…deserves a curator,
…needs a promoter,
…requires crowdsourcing, and
…smells like money.
by Robert L. Read, Michelle Hertzfeld, and Hillary Hartley
Data.gov publishes free of charge and with no strings attached 87,000 different datasets. Some big datasets, like satellite images and weather data, have become the basis of entire industries, and need no promotion.
Most datasets are not so exciting. Many are small, some contain errors, most need interpretation, and all require searching.
But every dataset, even the most boring, deserves a little love and attention from a curator who catalogs it and makes it easier to understand. Therefore, every Open Dataset published at data.gov represents a business opportunity in one way or another. Finding the people who are willing to pay for, or at least receive ads when viewing, the datasets is of course a problem–and therefore a business opportunity.
In addition, private companies can add value to the data more easily than the government can. For example, the government can provide basic search functionality, but it has trouble providing more advanced context-specific and content-specific searching very effectively. Why? Firstly, the government employs very few programmers compared to its needs. Secondly, the government is not motivated by making money. Finally, the government is bound by laws of privacy, security, and fairness in ways that private firms are not.
For example, imagine that the government attempted to crowdsource some data cleanup and rating for a large dataset. It might have to:
- Conform to the Paperwork Reduction Act, requiring a strict procedure that takes months before citizen input can be collected;
- Conform to the Federal Information Security Management Act (FISMA) which requires much stricter security than private firms generally provide;
- Possibly make a system of records notification (SORN); and
- Perform a Privacy Impact Assessment as required by the E-Government Act of 2002.

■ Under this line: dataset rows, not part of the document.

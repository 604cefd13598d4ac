package io.github.gammawright.verification;

/**
 * A double with a bound on its error. Sums and products carry the bound along, with the rounding of the operation itself.
 *
 * @param value the number
 * @param error the bound, not negative
 */
record Approximate(double value, double error) {

    private static final double ROUNDING = 0x1p-53;

    static final Approximate ZERO = new Approximate(0, 0);

    static Approximate exactly(double value) {
        return new Approximate(value, 0);
    }

    Approximate plus(Approximate other) {
        double sum = value + other.value;
        return new Approximate(sum, error + other.error + ROUNDING * Math.abs(sum));
    }

    Approximate minus(Approximate other) {
        return plus(new Approximate(-other.value, other.error));
    }

    Approximate times(Approximate other) {
        double product = value * other.value;
        return new Approximate(
                product,
                Math.abs(value) * other.error
                        + error * Math.abs(other.value)
                        + error * other.error
                        + ROUNDING * Math.abs(product)
                        + Double.MIN_NORMAL * (product == 0 ? 0 : 1));
    }

    Approximate times(double factor) {
        return times(exactly(factor));
    }

    /** The size of the value in units of its error: above 1 it is not 0. */
    double excess() {
        if (!Double.isFinite(value) || value == 0) {
            return value == 0 ? 0 : Double.POSITIVE_INFINITY;
        }
        return Math.abs(value) / Math.max(error, Double.MIN_NORMAL);
    }
}
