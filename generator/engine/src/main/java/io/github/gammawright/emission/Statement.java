package io.github.gammawright.emission;

/** A step of a method's body. */
sealed interface Statement {

    /** Computes a value and keeps it in a variable. */
    record Define(int value) implements Statement {}

    /** Writes a value into an entry of an array. */
    record Store(int array, int slot, int value) implements Statement {}

    /** Writes into an entry what an earlier statement wrote for good into another one. */
    record Copy(int array, int slot, int fromArray, int fromSlot) implements Statement {}

    /** Writes zeros into the entries {@code from ≤ slot < to} of an array. */
    record Zero(int array, int from, int to) implements Statement {}
}
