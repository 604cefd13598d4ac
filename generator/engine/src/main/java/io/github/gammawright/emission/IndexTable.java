package io.github.gammawright.emission;

import com.palantir.javapoet.CodeBlock;
import com.palantir.javapoet.FieldSpec;
import com.palantir.javapoet.TypeSpec;
import java.util.ArrayList;
import java.util.List;
import javax.lang.model.element.Modifier;

/**
 * A look-up table that is too long for a switch, written as strings: three characters for an entry. Array initialisers
 * are code, and would soon exceed what a method may have (Lindholm et al., The Java Virtual Machine Specification,
 * Java SE 17, section 4.7.3); strings are constants, of at most 65,535 bytes each (section 4.4.7).
 */
final class IndexTable {

    private static final int ENTRIES_BITS = 12;
    private static final int CHARACTERS = 3;
    private static final int LINE = 96;
    /** Six bits a character, from here on. */
    private static final char ZERO = '0';

    private final String name;
    private final int[] entries;

    /**
     * A table.
     *
     * @param name of the field
     * @param entries numbers from −1 on
     */
    IndexTable(String name, int[] entries) {
        this.name = name;
        this.entries = entries;
    }

    /** Adds the table to the class. */
    void emit(TypeSpec.Builder type) {
        List<CodeBlock> strings = new ArrayList<>();
        int size = 1 << ENTRIES_BITS;
        for (int from = 0; from < entries.length; from += size) {
            strings.add(string(from, Math.min(from + size, entries.length)));
        }
        type.addField(FieldSpec.builder(String[].class, name, Modifier.PRIVATE, Modifier.STATIC, Modifier.FINAL)
                .initializer("{\n$L\n}", CodeBlock.join(strings, ",\n"))
                .build());
    }

    private CodeBlock string(int from, int to) {
        StringBuilder text = new StringBuilder();
        for (int i = from; i < to; i++) {
            int value = entries[i] + 1;
            text.append((char) (ZERO + (value >>> 12)))
                    .append((char) (ZERO + ((value >>> 6) & 63)))
                    .append((char) (ZERO + (value & 63)));
        }
        List<CodeBlock> lines = new ArrayList<>();
        for (int start = 0; start < text.length(); start += LINE) {
            lines.add(CodeBlock.of("$S", text.substring(start, Math.min(start + LINE, text.length()))));
        }
        return CodeBlock.join(lines, "\n+ ");
    }

    /** Returns the entry at {@code position}. */
    CodeBlock lookUp() {
        return CodeBlock.builder()
                .addStatement("$T entries = $L[position >>> $L]", String.class, name, ENTRIES_BITS)
                .addStatement("int at = $L * (position & $L)", CHARACTERS, (1 << ENTRIES_BITS) - 1)
                .addStatement("return (entries.charAt(at) - '0' << 12) + (entries.charAt(at + 1) - '0' << 6)"
                        + " + entries.charAt(at + 2) - '0' - 1")
                .build();
    }
}
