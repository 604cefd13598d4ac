package io.github.gammawright.emission;

import com.palantir.javapoet.CodeBlock;
import com.palantir.javapoet.MethodSpec;
import io.github.gammawright.graph.Instruction;
import java.util.BitSet;
import java.util.List;
import java.util.TreeSet;
import java.util.function.IntFunction;
import java.util.function.IntPredicate;
import javax.lang.model.element.Modifier;

/** Writes the test of the definition's conditions at a point; those on parameters the constructor has tested. */
final class DomainMethod {

    private static final int CONDITIONS_AT_ONCE = 100;
    /** What a test of a condition takes beyond its operands. */
    private static final int CONDITION_SIZE = 24;

    private final EmissionContext context;
    private final CallerFunctions functions;
    private final Conditions conditions;

    DomainMethod(EmissionContext context, CallerFunctions functions) {
        this.context = context;
        this.functions = functions;
        this.conditions = new Conditions(
                context.program(),
                context.kernel().conditions().stream()
                        .filter(condition -> !context.kernel().isOnParameters(condition))
                        .toList());
    }

    void emit() {
        MethodSpec.Builder method = MethodSpec.methodBuilder("inDomain")
                .addModifiers(Modifier.PUBLIC)
                .returns(boolean.class)
                .addParameter(double[].class, "point");
        method.addStatement("requireLength($S, point.length, DIMENSION)", "point");
        Inlining inlining = inlining(new BitSet());
        IntPredicate used = value -> inlining.uses(value) > 0;
        List<Integer> called = functions.used(used);
        for (EmissionContext.InputUse use : context.inputUses(used, functions.coordinates(called))) {
            method.addStatement("double $L = point[$L]", use.name(), use.index());
        }
        int workspaceLength = functions.resultLength(called);
        KeptArray array = null;
        CodeBlock fill = CodeBlock.of("");
        if (!isSmall(inlining)) {
            array = new KeptArray(context, inlining(compared()), "operands", workspaceLength);
            fill = array.fill("compare");
            workspaceLength = array.workspaceLength();
        }
        if (workspaceLength > 0) {
            method.addStatement("double[] workspace = new double[$L]", workspaceLength);
        }
        method.addCode(functions.calls(called, used, "workspace"));
        method.addJavadoc("$L", MethodJavadoc.inDomain(context, !called.isEmpty()));
        method.addCode(array == null ? tests(inlining) : testsInArray(array, fill));
        context.type().addMethod(method.build());
    }

    private Inlining inlining(BitSet forced) {
        return new Inlining(context.program(), conditions.operands(), context.values()::isGiven, forced);
    }

    /** What is compared and has to be computed. */
    private BitSet compared() {
        BitSet compared = new BitSet();
        conditions.operands().stream()
                .filter(value -> !context.values().isGiven(value))
                .forEach(compared::set);
        return compared;
    }

    private boolean isSmall(Inlining inlining) {
        Body body = new Body(context.program(), inlining, context.values(), List.of(), List.of());
        BytecodeSize size = new BytecodeSize(body);
        int bytes = conditions.list().size() * CONDITION_SIZE;
        for (int operand : conditions.operands()) {
            bytes += size.ofExpression(operand);
        }
        int locals = 2 * inlining.variables().cardinality();
        bytes += inlining.variables().stream()
                .map(value -> size.of(new Statement.Define(value), locals))
                .sum();
        return bytes <= BytecodeSize.LARGEST_METHOD;
    }

    private CodeBlock tests(Inlining inlining) {
        CodeBlock.Builder code = CodeBlock.builder();
        JavaExpressions expressions = context.values().printer(inlining, context.functions());
        BitSet pending = (BitSet) inlining.variables().clone();
        for (int c = 0; c < conditions.list().size(); c++) {
            KernelModel.Condition condition = conditions.list().get(c);
            BitSet needed = conditions.variables(condition, inlining);
            needed.and(pending);
            for (int i = needed.nextSetBit(0); i >= 0; i = needed.nextSetBit(i + 1)) {
                String name = context.values().variable(i);
                code.add("$L;\n", LineBreaks.wrap("double " + name + " = " + expressions.definition(i)));
            }
            pending.andNot(needed);
            if (c == conditions.list().size() - 1) {
                String last = Conditions.comparisons(condition, expressions::print);
                return code.add("return $L;\n", LineBreaks.wrap(last)).build();
            }
            test(condition, expressions::print, code);
        }
        return code.addStatement("return true").build();
    }

    private static void test(KernelModel.Condition condition, IntFunction<String> operand, CodeBlock.Builder code) {
        code.beginControlFlow("if ($L)", LineBreaks.wrap("!(" + Conditions.comparisons(condition, operand) + ")"));
        code.addStatement("return false");
        code.endControlFlow();
    }

    /** All compared values are in an array, which several methods filled; several more compare them. */
    private CodeBlock testsInArray(KeptArray array, CodeBlock fill) {
        CodeBlock.Builder code = CodeBlock.builder();
        code.addStatement("double[] operands = new double[$L]", array.length());
        code.add(fill);
        List<KernelModel.Condition> list = conditions.list();
        for (int from = 0; from < list.size(); from += CONDITIONS_AT_ONCE) {
            List<KernelModel.Condition> some = list.subList(from, Math.min(from + CONDITIONS_AT_ONCE, list.size()));
            String name = context.names().allocator().next("domainTest");
            MethodSpec.Builder method = MethodSpec.methodBuilder(name)
                    .addModifiers(Modifier.PRIVATE)
                    .returns(boolean.class)
                    .addParameter(double[].class, "operands");
            TreeSet<String> inputs = new TreeSet<>();
            for (int value : new Conditions(context.program(), some).operands()) {
                if (context.program().instruction(value) instanceof Instruction.Load load
                        && !load.symbol().isParameter()) {
                    inputs.add(context.values().given(value));
                }
            }
            inputs.forEach(input -> method.addParameter(double.class, input));
            CodeBlock.Builder tests = CodeBlock.builder();
            some.forEach(condition -> test(condition, array::operand, tests));
            context.privateMethods()
                    .add(method.addCode(tests.build())
                            .addStatement("return true")
                            .build());
            String arguments = String.join(", ", inputs);
            code.beginControlFlow("if (!$L(operands$L))", name, arguments.isEmpty() ? "" : ", " + arguments);
            code.addStatement("return false");
            code.endControlFlow();
        }
        return code.addStatement("return true").build();
    }
}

All of these things not only add to the expense of a government hosted web or mobile app presence, but also stagnate the all-important process of rapid, agile development that is responsive to user feedback.
In contrast, what would a private company have to do to create a similar data cleanup process? A private firm could build a crowdsourcing platform quickly or could simply provide a website that presents a curated view of one or more datasets. More likely, they would reuse an existing platform which could be stood up in one day. And they should, because the American people deserve not just to see the data, but to see the data in an unobscured and comprehensible way.
This begs the question: how much money can really be made? How much are people willing to pay for a little extra added value? One is tempted to say: not much. But it also begs another question: how much does it cost to provide basic curation, editing, commenting, crowdsourced analysis, searching, and sorting? The answer: not much. Or at least not much using modern, off-the-shelf open-source software, which allows extraordinarily rapid prototyping and high reuse. There are 87,000+ datasets at Data.gov right now, representing opportunities big and small. Do the math.